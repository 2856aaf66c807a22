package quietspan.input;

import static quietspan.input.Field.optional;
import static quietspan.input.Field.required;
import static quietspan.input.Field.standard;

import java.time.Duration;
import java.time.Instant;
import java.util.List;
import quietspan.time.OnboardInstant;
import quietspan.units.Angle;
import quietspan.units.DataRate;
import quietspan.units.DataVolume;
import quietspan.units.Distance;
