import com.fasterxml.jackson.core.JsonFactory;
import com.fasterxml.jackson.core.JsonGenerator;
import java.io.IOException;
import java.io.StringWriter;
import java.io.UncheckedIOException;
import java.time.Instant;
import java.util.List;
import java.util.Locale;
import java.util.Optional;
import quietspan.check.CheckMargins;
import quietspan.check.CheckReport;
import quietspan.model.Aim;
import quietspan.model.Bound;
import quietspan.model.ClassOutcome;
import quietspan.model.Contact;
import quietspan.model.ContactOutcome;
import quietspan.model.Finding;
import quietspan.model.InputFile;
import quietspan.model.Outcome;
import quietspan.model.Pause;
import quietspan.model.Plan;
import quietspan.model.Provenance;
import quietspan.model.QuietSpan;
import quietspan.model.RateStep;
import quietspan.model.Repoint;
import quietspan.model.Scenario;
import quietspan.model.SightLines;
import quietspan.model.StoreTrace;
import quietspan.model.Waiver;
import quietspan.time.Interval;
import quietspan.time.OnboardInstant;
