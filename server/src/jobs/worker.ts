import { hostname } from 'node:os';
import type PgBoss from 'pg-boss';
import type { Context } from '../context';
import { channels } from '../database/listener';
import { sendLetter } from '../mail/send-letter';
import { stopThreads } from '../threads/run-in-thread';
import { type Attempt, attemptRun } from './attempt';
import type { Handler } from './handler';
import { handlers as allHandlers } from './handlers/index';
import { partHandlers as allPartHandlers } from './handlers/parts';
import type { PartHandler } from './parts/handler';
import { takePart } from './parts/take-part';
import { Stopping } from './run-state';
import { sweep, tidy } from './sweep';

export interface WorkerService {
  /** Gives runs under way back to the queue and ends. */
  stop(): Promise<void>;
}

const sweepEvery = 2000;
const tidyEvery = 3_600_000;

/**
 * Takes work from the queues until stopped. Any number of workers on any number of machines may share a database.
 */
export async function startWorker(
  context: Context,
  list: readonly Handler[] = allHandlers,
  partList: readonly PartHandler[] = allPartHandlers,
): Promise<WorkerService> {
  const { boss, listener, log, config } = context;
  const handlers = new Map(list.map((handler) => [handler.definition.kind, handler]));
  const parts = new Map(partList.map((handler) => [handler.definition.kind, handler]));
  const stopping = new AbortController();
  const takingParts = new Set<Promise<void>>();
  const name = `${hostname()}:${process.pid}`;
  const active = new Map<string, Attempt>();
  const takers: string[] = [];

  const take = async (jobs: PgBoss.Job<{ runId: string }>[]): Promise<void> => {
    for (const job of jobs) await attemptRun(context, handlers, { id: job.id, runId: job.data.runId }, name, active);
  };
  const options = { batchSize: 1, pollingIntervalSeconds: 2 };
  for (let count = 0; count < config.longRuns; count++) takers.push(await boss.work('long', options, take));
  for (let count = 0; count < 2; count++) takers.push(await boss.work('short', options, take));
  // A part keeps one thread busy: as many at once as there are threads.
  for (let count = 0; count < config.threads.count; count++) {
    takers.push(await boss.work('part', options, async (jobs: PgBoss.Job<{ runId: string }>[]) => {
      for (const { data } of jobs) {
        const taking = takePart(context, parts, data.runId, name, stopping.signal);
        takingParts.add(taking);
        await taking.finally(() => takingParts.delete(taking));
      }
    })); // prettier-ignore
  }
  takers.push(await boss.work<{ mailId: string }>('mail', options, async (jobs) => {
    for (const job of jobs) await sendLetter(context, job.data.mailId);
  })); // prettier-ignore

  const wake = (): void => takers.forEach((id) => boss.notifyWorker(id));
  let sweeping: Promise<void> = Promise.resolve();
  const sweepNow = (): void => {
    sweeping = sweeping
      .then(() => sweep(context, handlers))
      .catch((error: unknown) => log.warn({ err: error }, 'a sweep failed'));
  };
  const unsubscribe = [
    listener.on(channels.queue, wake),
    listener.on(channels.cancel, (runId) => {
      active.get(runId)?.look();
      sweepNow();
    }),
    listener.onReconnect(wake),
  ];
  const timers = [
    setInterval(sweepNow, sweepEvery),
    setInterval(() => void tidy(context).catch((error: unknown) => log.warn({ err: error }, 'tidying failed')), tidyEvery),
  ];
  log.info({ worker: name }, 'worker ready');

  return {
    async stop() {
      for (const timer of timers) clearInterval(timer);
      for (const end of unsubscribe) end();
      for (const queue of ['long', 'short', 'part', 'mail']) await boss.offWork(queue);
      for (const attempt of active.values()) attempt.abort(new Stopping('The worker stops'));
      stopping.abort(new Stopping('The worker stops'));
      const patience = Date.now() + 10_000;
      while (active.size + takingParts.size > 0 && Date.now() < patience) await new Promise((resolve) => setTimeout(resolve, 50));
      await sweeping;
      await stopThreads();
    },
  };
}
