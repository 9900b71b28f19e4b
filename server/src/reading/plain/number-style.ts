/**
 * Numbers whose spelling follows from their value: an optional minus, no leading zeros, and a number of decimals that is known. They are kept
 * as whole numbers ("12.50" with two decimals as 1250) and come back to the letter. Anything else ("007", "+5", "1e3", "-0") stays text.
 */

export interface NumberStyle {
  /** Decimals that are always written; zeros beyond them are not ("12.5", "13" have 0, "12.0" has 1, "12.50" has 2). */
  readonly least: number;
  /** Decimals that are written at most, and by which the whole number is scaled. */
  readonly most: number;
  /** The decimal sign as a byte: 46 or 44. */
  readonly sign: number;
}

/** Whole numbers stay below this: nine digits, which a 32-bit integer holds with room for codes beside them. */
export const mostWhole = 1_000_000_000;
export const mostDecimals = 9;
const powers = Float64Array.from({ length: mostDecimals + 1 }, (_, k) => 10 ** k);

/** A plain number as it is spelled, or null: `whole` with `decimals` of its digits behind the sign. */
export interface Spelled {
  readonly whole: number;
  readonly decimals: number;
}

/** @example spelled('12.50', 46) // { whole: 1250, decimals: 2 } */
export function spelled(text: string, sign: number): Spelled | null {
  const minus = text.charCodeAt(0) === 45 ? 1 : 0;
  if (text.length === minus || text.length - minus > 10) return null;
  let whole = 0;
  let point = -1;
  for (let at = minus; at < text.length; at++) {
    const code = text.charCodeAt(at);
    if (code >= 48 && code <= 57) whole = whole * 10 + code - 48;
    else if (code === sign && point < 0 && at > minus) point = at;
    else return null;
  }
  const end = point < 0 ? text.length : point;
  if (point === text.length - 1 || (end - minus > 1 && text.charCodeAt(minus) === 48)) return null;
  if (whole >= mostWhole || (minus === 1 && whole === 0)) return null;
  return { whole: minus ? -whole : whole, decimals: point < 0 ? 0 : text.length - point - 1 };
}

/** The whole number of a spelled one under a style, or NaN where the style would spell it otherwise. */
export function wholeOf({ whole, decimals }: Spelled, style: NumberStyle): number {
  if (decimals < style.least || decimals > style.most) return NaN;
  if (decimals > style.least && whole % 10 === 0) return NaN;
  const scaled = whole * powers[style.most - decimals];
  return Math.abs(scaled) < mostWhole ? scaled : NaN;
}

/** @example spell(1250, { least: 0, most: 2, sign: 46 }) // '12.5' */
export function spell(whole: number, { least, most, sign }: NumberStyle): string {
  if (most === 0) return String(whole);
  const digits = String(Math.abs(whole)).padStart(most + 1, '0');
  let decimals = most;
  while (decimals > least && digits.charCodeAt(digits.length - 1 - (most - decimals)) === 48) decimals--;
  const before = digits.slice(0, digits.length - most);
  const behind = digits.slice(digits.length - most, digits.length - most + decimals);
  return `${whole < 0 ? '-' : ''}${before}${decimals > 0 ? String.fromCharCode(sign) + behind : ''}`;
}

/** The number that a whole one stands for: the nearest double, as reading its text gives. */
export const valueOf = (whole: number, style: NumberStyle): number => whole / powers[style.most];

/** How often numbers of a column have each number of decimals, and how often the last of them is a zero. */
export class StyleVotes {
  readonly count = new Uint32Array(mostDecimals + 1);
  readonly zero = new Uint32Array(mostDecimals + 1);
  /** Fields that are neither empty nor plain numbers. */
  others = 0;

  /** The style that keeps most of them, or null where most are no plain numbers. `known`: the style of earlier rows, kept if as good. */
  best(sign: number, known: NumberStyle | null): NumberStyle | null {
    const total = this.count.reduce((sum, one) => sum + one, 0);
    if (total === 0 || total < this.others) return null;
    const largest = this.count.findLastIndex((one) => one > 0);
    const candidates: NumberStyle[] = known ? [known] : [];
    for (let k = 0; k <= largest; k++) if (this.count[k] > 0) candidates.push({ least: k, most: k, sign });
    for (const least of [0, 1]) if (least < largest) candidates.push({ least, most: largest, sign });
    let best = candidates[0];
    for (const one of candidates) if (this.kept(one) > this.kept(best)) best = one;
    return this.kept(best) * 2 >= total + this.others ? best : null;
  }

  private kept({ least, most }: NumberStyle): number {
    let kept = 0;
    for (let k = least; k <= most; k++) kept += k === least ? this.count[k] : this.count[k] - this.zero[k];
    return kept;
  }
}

┄┄┄┄┄┄┄┄┄┄

ASSIGNMENT: Nothing beyond the line that contains "import quietspan.units.Distance;" belongs in the answer; reproduce the entries exactly from their first line through it.

RESPONSE BOX:
repository 2856aaf66c807a22
package quietspan.input;

import static quietspan.input.Field.optional;
import static quietspan.input.Field.required;
import static quietspan.input.Field.standard;

import java.time.Duration;
import java.time.Instant;
import java.util.List;
import quietspan.time.OnboardInstant;
import quietspan.units.Angle;
import quietspan.units.DataRate;
import quietspan.units.DataVolume;
import quietspan.units.Distance;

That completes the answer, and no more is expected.